No Healthy Volunteers

Inclusion criteria

The inclusion criteria will be the same as the indications stated in the FDA cleared (510(k) K040611) and (510(k) K051385) labeling for the device.

  1. Replacement of the radial head for degenerative or post-traumatic disabilities presenting pain, crepitation, and decreased motion at the radio-humeral and/or proximal radio-ulnar joint with:

    1. Joint destruction and/or subluxation visible on x-ray
    2. Resistance to conservative treatment

  2. Primary replacement after fracture of the radial head

  3. Symptomatic sequelae after radial head resection

  4. Revision following failed radial head arthroplasty

The device is intended for single use with or without bone cement.

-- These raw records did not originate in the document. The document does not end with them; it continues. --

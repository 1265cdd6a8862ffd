/** Streaming estimator of the velocity autocorrelation over many tracks. */
export interface AutocorrelationAccumulator {
  /**
   * Adds the velocity of `track` at integer `frame`. Frames of one track must
   * arrive in increasing order; a gap simply leaves the skipped lags out.
   * Non-finite velocities are skipped.
   */
  add(track: number, frame: number, vx: number, vy: number, vz: number): void;
  /**
   * Adds the velocities of one frame: rows [0, count) of `track`, `vx`, `vy`, `vz` (the same products as
   * {@link add} row by row, summed per lag over the frame first: equal up to rounding).
   */
  addFrame(frame: number, track: ArrayLike<number>, vx: ArrayLike<number>, vy: ArrayLike<number>, vz: ArrayLike<number>, count: number): void;
  /** Frees the ring buffers of tracks last seen before `frame` (bounded memory). */
  evictBefore(frame: number): void;
  /** ρ(τ) for τ = 0..maxLag frames (NaN where no pair of samples). */
  result(): { rho: Float64Array; pairs: Float64Array };
  readonly activeTracks: number;
}

/**
 * Creates a streaming velocity-autocorrelation estimator
 * ρ(τ) = ⟨v_i(t)·v_i(t+τ)⟩ / ⟨|v_i|²⟩ over tracks i and time origins t.
 *
 * Method: SCIENCE.md; time origins are every `originStride`-th frame
 * (frame % originStride === 0) to bound the cost at maxLag/originStride
 * products per sample — an unbiased subsample of origins [common practice,
 * "Computer simulation of liquids", Allen & Tildesley 1987].
 * Layout: each active track keeps its last samples in time order, a window of
 * B + maxLag frames with B = maxLag + 1 (velocity x, y, z interleaved, and a
 * 0/1 weight; a missing or non-finite sample is a zero of weight 0). Once the
 * window is full, the products of its first B frames as origins with every
 * lag are added, one sequential loop per origin, and the window moves on by B
 * frames: the hot loop reads contiguous memory with no branch per product
 * (gaps add zeros), and the pair counts of a window without gaps are counted
 * per origin, not per product. Same sums as a loop over frames, in another
 * order. Memory: 4 (2 maxLag + 1) numbers per active track. Units:
 * dimensionless; lag in frames. Self-contained (nothing outside its
 * arguments and built-ins): a worker runs its source text
 * (server/ingest/parse-offload.ts).
 */
export function createAutocorrelationAccumulator(maxLag: number, originStride = 1): AutocorrelationAccumulator {
  const M = maxLag + 1;
  const stride = Math.max(1, Math.floor(originStride));
  const B = M; // origins completed per window move
  const C = B + maxLag; // window length (frames)
  const sums = new Float64Array(M);
  const pairs = new Float64Array(M);
  // Origins of gap-free windows whose longest lag is l (pairs[τ] gets the count of those with l ≥ τ at the end).
  const reach = new Float64Array(M);
  let cap = 0;
  let V = new Float64Array(0); // window of ring r at 3 r C (x, y, z per frame)
  let Wt = new Uint8Array(0); // weights of ring r at r C
  let base = new Float64Array(0); // frame of window index 0 per ring
  let len = new Int32Array(0); // window indices in use per ring
  let valid = new Int32Array(0); // weight-1 samples among them
  let last = new Float64Array(0); // last frame seen per ring (NaN: free)
  const owner: number[] = []; // track key per ring
  const free: number[] = [];
  // Ring per track key: dense array for small non-negative integer keys (the engine's track indices), Map otherwise.
  let dense = new Int32Array(0);
  const sparse = new Map<number, number>();
  let active = 0;

  /** Adds the products of origins at window indices [0, upto) of ring r (lags within the window's data). */
  const flush = (r: number, upto: number, S: Float64Array, P: Float64Array, R: Float64Array): void => {
    // Integer hints (| 0): the frame base is a double, and double indices would slow the hot loop down ~2×.
    const n = len[r] | 0, o = (3 * r * C) | 0, ow = (r * C) | 0;
    const v = V, w = Wt;
    const gapFree = valid[r] === n;
    const phase = (((base[r] % stride) + stride) % stride) | 0;
    for (let i = phase === 0 ? 0 : stride - phase; i < upto; i += stride) {
      if (w[ow + i] === 0) continue;
      const qi = o + 3 * i;
      const ox = v[qi], oy = v[qi + 1], oz = v[qi + 2];
      const lmax = Math.min(maxLag, n - 1 - i) | 0;
      // Hot loop: one origin against every lag, contiguous reads.
      for (let l = 0, q = qi; l <= lmax; l++, q += 3) S[l] += ox * v[q] + oy * v[q + 1] + oz * v[q + 2];
      if (gapFree) R[lmax]++;
      else for (let l = 0, q = ow + i; l <= lmax; l++, q++) P[l] += w[q];
    }
  };
  /** Moves ring r's window on by `by` frames (origins before it must be flushed). */
  const shift = (r: number, by: number): void => {
    const n = len[r], o = 3 * r * C, ow = r * C;
    const keep = Math.max(0, n - by);
    for (let q = ow, e = ow + Math.min(by, n); q < e; q++) valid[r] -= Wt[q];
    if (keep > 0) {
      V.copyWithin(o, o + 3 * by, o + 3 * n);
      Wt.copyWithin(ow, ow + by, ow + n);
    }
    V.fill(0, o + 3 * keep, o + 3 * C);
    Wt.fill(0, ow + keep, ow + C);
    len[r] = keep;
    base[r] += by;
  };
  const newRing = (key: number, frame: number): number => {
    if (free.length === 0) {
      const grown = Math.max(16, 2 * cap);
      const V2 = new Float64Array(3 * grown * C), W2 = new Uint8Array(grown * C);
      V2.set(V);
      W2.set(Wt);
      V = V2;
      Wt = W2;
      const b2 = new Float64Array(grown), l2 = new Int32Array(grown), v2 = new Int32Array(grown), t2 = new Float64Array(grown).fill(NaN);
      b2.set(base);
      l2.set(len);
      v2.set(valid);
      t2.set(last);
      base = b2;
      len = l2;
      valid = v2;
      last = t2;
      for (let r = grown - 1; r >= cap; r--) free.push(r);
      cap = grown;
    }
    const r = free.pop()!;
    V.fill(0, 3 * r * C, 3 * (r + 1) * C);
    Wt.fill(0, r * C, (r + 1) * C);
    base[r] = frame;
    len[r] = 0;
    valid[r] = 0;
    last[r] = frame;
    owner[r] = key;
    active++;
    return r;
  };
  const ringOf = (key: number, frame: number): number => {
    if (key >= 0 && key < 16777216 && (key | 0) === key) {
      if (key >= dense.length) {
        const g = new Int32Array(Math.max(key + 1, 2 * dense.length)).fill(-1);
        g.set(dense);
        dense = g;
      }
      let r = dense[key];
      if (r < 0) dense[key] = r = newRing(key, frame);
      return r;
    }
    let r = sparse.get(key);
    if (r === undefined) sparse.set(key, (r = newRing(key, frame)));
    return r;
  };
  /** pairs[τ] plus the gap-free origins reaching τ or further. */
  const pairCounts = (P: Float64Array, R: Float64Array): Float64Array => {
    const out = P.slice();
    for (let l = M - 1, run = 0; l >= 0; l--) out[l] += run += R[l];
    return out;
  };
  const acc: AutocorrelationAccumulator = {
    add(track, frame, vx, vy, vz) {
      acc.addFrame(frame, [track], [vx], [vy], [vz], 1);
    },
    addFrame(frame, track, vx, vy, vz, count) {
      for (let i = 0; i < count; i++) {
        const a = vx[i], b = vy[i], c = vz[i];
        if (!Number.isFinite(a) || !Number.isFinite(b) || !Number.isFinite(c)) continue;
        const r = ringOf(track[i], frame);
        let k = frame - base[r];
        if (k < len[r] || k < 0) continue; // not after the track's last sample: left out
        while (k >= C) {
          // Window full: its first B origins have every lag; a gap longer than the window skips ahead.
          flush(r, Math.min(B, len[r]), sums, pairs, reach);
          shift(r, len[r] === 0 ? k - maxLag : B);
          k = frame - base[r];
        }
        const q = 3 * (r * C + k);
        V[q] = a;
        V[q + 1] = b;
        V[q + 2] = c;
        Wt[r * C + k] = 1;
        valid[r] += 1;
        len[r] = k + 1;
        last[r] = frame;
      }
    },
    evictBefore(frame) {
      for (let r = 0; r < cap; r++) {
        if (!(last[r] < frame)) continue;
        flush(r, len[r], sums, pairs, reach);
        const key = owner[r];
        if (key >= 0 && key < dense.length && dense[key] === r) dense[key] = -1;
        else sparse.delete(key);
        last[r] = NaN;
        free.push(r);
        active--;
      }
    },
    result() {
      // Tracks still open add their pending origins to copies (the accumulator can go on).
      const S = sums.slice(), P = pairs.slice(), R = reach.slice();
      for (let r = 0; r < cap; r++) if (last[r] === last[r]) flush(r, len[r], S, P, R);
      const counts = pairCounts(P, R);
      const rho = new Float64Array(M).fill(NaN);
      const c0 = counts[0] > 0 ? S[0] / counts[0] : NaN;
      for (let l = 0; l < M; l++) if (counts[l] > 0 && c0 > 0) rho[l] = S[l] / counts[l] / c0;
      return { rho, pairs: counts };
    },
    get activeTracks() {
      return active;
    },
  };
  return acc;
}

/**
 * Velocity autocorrelation ρ(τ) = ⟨v_i(t)·v_i(t+τ)⟩ / ⟨|v_i|²⟩ of a set of
 * tracks sampled on consecutive frames, for τ = 0..maxLag frames.
 *
 * Method: SCIENCE.md; estimator of {@link createAutocorrelationAccumulator}
 * (numerator and denominator averaged over the same origins). Check value:
 * an Ornstein–Uhlenbeck velocity with time constant T gives exp(−τ/T).
 * Units: dimensionless. Each track is `{ vx, vy, vz? }` (vz omitted in 2D);
 * non-finite samples are skipped. Empty input: all NaN.
 */
export function velocityAutocorrelation(
  tracks: ReadonlyArray<{ vx: ArrayLike<number>; vy: ArrayLike<number>; vz?: ArrayLike<number> }>,
  maxLag: number,
  originStride = 1,
): Float64Array {
  const acc = createAutocorrelationAccumulator(maxLag, originStride);
  tracks.forEach((t, k) => {
    for (let i = 0; i < t.vx.length; i++) acc.add(k, i, t.vx[i], t.vy[i], t.vz ? t.vz[i] : 0);
  });
  return acc.result().rho;
}
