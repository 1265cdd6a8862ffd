import type { FrameView } from './types';

/**
 * Polarization (Vicsek order parameter) φ = |Σ v_i/|v_i|| / N of one frame.
 *
 * Method: "Novel type of phase transition in a system of self-driven
 * particles" (Vicsek et al., Phys. Rev. Lett. 75, 1995). N counts the
 * individuals with a finite, non-zero velocity; the others are skipped.
 * Units: dimensionless, in [0, 1]. Empty frame (or no velocities): NaN.
 */
export function polarization(frame: FrameView): number {
  const { count, dims, vx, vy, vz } = frame;
  if (!vx || !vy || (dims === 3 && !vz)) return NaN;
  let n = 0;
  let sx = 0;
  let sy = 0;
  let sz = 0;
  for (let i = 0; i < count; i++) {
    const ux = vx[i];
    const uy = vy[i];
    const uz = dims === 3 ? vz![i] : 0;
    const s = Math.sqrt(ux * ux + uy * uy + uz * uz);
    if (!(s > 0) || !Number.isFinite(s)) continue;
    n++;
    sx += ux / s;
    sy += uy / s;
    sz += uz / s;
  }
  return n === 0 ? NaN : Math.sqrt(sx * sx + sy * sy + sz * sz) / n;
}
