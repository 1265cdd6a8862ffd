import { describe, expect, it } from 'vitest';
import { centroid } from './centroid';
import { radiusOfGyration } from './radius-of-gyration';
import { frameOf } from './test-support';

describe('centroid(frame)', () => {
  it('is the mean position and skips non-finite coordinates', () => {
    const c = centroid(frameOf(3, [[0, 0, 0], [2, 4, 6], [NaN, 1, 1]]));
    expect(c).toEqual({ x: 1, y: 2, z: 3 });
  });
  it('is NaN for an empty frame and has z = 0 in 2D', () => {
    expect(centroid(frameOf(3, [])).x).toBeNaN();
    expect(centroid(frameOf(2, [[1, 1], [3, 3]])).z).toBe(0);
  });
  it('keeps precision for large coordinates', () => {
    expect(centroid(frameOf(2, [[1e9 + 1, 0], [1e9 + 3, 0]])).x).toBe(1e9 + 2);
  });
});

describe('radiusOfGyration(frame, centre?)', () => {
  it('is the RMS distance from the centroid', () => {
    // derived: square of side 2 centred at the origin has R = sqrt(2).
    expect(radiusOfGyration(frameOf(2, [[1, 1], [-1, 1], [-1, -1], [1, -1]]))).toBeCloseTo(Math.SQRT2, 14);
  });
  it('is 0 for one individual and NaN for none', () => {
    expect(radiusOfGyration(frameOf(3, [[5, 5, 5]]))).toBe(0);
    expect(radiusOfGyration(frameOf(3, []))).toBeNaN();
  });
  it('does not lose precision far from the origin', () => {
    expect(radiusOfGyration(frameOf(2, [[1e8 + 1, 1e8], [1e8 - 1, 1e8]]))).toBeCloseTo(1, 8);
  });
});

Modular Radial Head replacement prostheses have received FDA clearance for cemented and non-cemented application.

Patient selection factors to be considered include: 1) need to obtain pain relief and improve function, 2) ability and willingness of the patient to follow instructions, including control of weight and activity levels, 3) a good nutritional state of the patient, and 4) the patient must have reached full skeletal maturity.

Exclusion criteria

The exclusion criteria will be the same as the contraindications stated in the FDA cleared labeling (510(k) K040611) and (510(k) K051385) for the device. These contraindications include:

Absolute contraindications:

  1. Infection
  2. Sepsis
  3. Osteomyelitis

Relative contraindications:

  1. Uncooperative patient or patient with neurologic disorders who is incapable or unwilling to follow directions
  2. Osteoporosis
  3. Metabolic disorders which may impair bone function
  4. Osteomalacia
  5. Distant foci of infections which may spread to the implant site
  6. Rapid joint destruction, marked bone loss or bone resorption apparent on roentgenogram.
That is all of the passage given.